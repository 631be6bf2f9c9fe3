"""From snapshots to the canonical dataset: names, units, positions and what forced the run.

Dimensions time, z, z_face, y, x; w on z_face, everything else at cell centres; u and v are Eulerian and share the points
of the scalars (horizontal_scheme "spectral"). Forcing goes into attributes, and into variables over time where it changes.
"""

from __future__ import annotations

from collections.abc import Sequence

import numpy as np
import xarray as xr

from toy_fields.solver.forcing import Ramp
from toy_fields.solver.run import Case, Snapshot

#: name: (standard name or None, long name, units).
VARIABLES: dict[str, tuple[str | None, str, str]] = {
    "u": ("sea_water_x_velocity", "Eulerian velocity along x", "m s-1"),
    "v": ("sea_water_y_velocity", "Eulerian velocity along y", "m s-1"),
    "w": ("upward_sea_water_velocity", "upward velocity", "m s-1"),
    "theta": ("sea_water_potential_temperature", "potential temperature", "degC"),
    "nu_sgs": (None, "subgrid eddy viscosity", "m2 s-1"),
    "tracer_dye": (None, "passive tracer", "1"),
}


def dataset(case: Case, snapshots: Sequence[Snapshot]) -> xr.Dataset:
    """The canonical dataset of these snapshots, float32; coordinates and forcing in float64."""
    fields = {
        "u": [s.u for s in snapshots], "v": [s.v for s in snapshots], "w": [s.w for s in snapshots],
        "theta": [s.theta for s in snapshots], "nu_sgs": [s.nu for s in snapshots],
    }
    if snapshots[0].tracer is not None:
        fields["tracer_dye"] = [s.tracer for s in snapshots if s.tracer is not None]
    times = np.array([s.time for s in snapshots])
    variables = {}
    for name, values in fields.items():
        standard_name, long_name, units = VARIABLES[name]
        attributes = {"long_name": long_name, "units": units}
        if standard_name is not None:
            attributes["standard_name"] = standard_name
        vertical = "z_face" if name == "w" else "z"
        variables[name] = (("time", vertical, "y", "x"), np.asarray(values, dtype=np.float32), attributes)
    result = xr.Dataset(variables, coords=coordinates(case, times), attrs=attributes_of(case))
    return result.assign(forcing_over_time(case, times))


def coordinates(case: Case, times: np.ndarray) -> dict[str, tuple[str, np.ndarray, dict[str, str]]]:
    """time [s since the run's start], z, z_face, y, x [m], each with units and axis."""
    grid = case.grid
    vertical = {"units": "m", "axis": "Z", "positive": "up", "standard_name": "height"}
    return {
        "time": ("time", times, {"units": "s", "long_name": "time since the start of the run", "axis": "T"}),
        "z": ("z", grid.z, {**vertical, "long_name": "height of cell centres above the mean surface"}),
        "z_face": ("z_face", grid.z_face, {**vertical, "long_name": "height of cell faces above the mean surface"}),
        "y": ("y", grid.y, {"units": "m", "long_name": "distance along y", "axis": "Y"}),
        "x": ("x", grid.x, {"units": "m", "long_name": "distance along x", "axis": "X"}),
    }


def attributes_of(case: Case) -> dict[str, str | float | int]:
    """What the run was: geometry, conventions and forcing, in SI units; directions towards, degrees from +x."""
    forcing, grid = case.forcing, case.grid
    constants: dict[str, str | float | int] = {
        "title": case.title,
        "Conventions": "CF-1.11",
        "source": "toy_fields: small wave-averaged large-eddy solver; a source of example fields, not a research run",
        "comment": "Invented. The top three levels and the entrainment zone are poorly resolved on this grid.",
        "velocity_kind": "eulerian",
        "horizontal_scheme": "spectral",
        "Lx": grid.length_x,
        "Ly": grid.length_y,
        "coriolis_parameter": forcing.coriolis_parameter,
        "thermal_expansion": forcing.thermal_expansion,
        "gravity": forcing.gravity,
        "reference_density": forcing.reference_density,
        "specific_heat": forcing.specific_heat,
        "prandtl_number": case.subgrid.prandtl_number,
        "smagorinsky_constant": case.subgrid.smagorinsky_constant,
        "initial_mixed_layer_depth": case.initial.mixed_layer_depth,
        "initial_temperature_gradient": case.initial.temperature_gradient,
        "seed": case.initial.seed,
        "forcing_units": "m s-1 (friction velocity, Stokes drift), W m-2 (heat flux, positive into the ocean), degree "
        "(directions: towards, counter-clockwise from +x), rad m-1 (wavenumber), s-1, K-1, m s-2, kg m-3, J kg-1 K-1",
    }
    if forcing.stokes_wavenumber > 0:
        constants["stokes_wavenumber"] = forcing.stokes_wavenumber
    for name, ramp in _ramps(case).items():
        if ramp.is_constant:
            constants[name] = ramp.values[0]
    return constants


def forcing_over_time(case: Case, times: np.ndarray) -> dict[str, tuple[str, np.ndarray, dict[str, str]]]:
    """The parts of the forcing that change, as variables over time."""
    units = {
        "friction_velocity": "m s-1", "stress_direction": "degree", "surface_stokes_drift": "m s-1",
        "stokes_direction": "degree", "surface_heat_flux": "W m-2",
    }
    return {
        name: ("time", np.array([ramp.at(t) for t in times]), {"units": units[name], "long_name": name.replace("_", " ")})
        for name, ramp in _ramps(case).items()
        if not ramp.is_constant
    }


def _ramps(case: Case) -> dict[str, Ramp]:
    forcing = case.forcing
    return {
        "friction_velocity": forcing.friction_velocity,
        "stress_direction": forcing.stress_direction,
        "surface_stokes_drift": forcing.surface_stokes_drift,
        "stokes_direction": forcing.stokes_direction,
        "surface_heat_flux": forcing.surface_heat_flux,
    }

PROBLEM =
Return each line from the records that includes the word "start".

EXERCISE ANSWER =
    """time [s since the run's start], z, z_face, y, x [m], each with units and axis."""
        "time": ("time", times, {"units": "s", "long_name": "time since the start of the run", "axis": "T"}),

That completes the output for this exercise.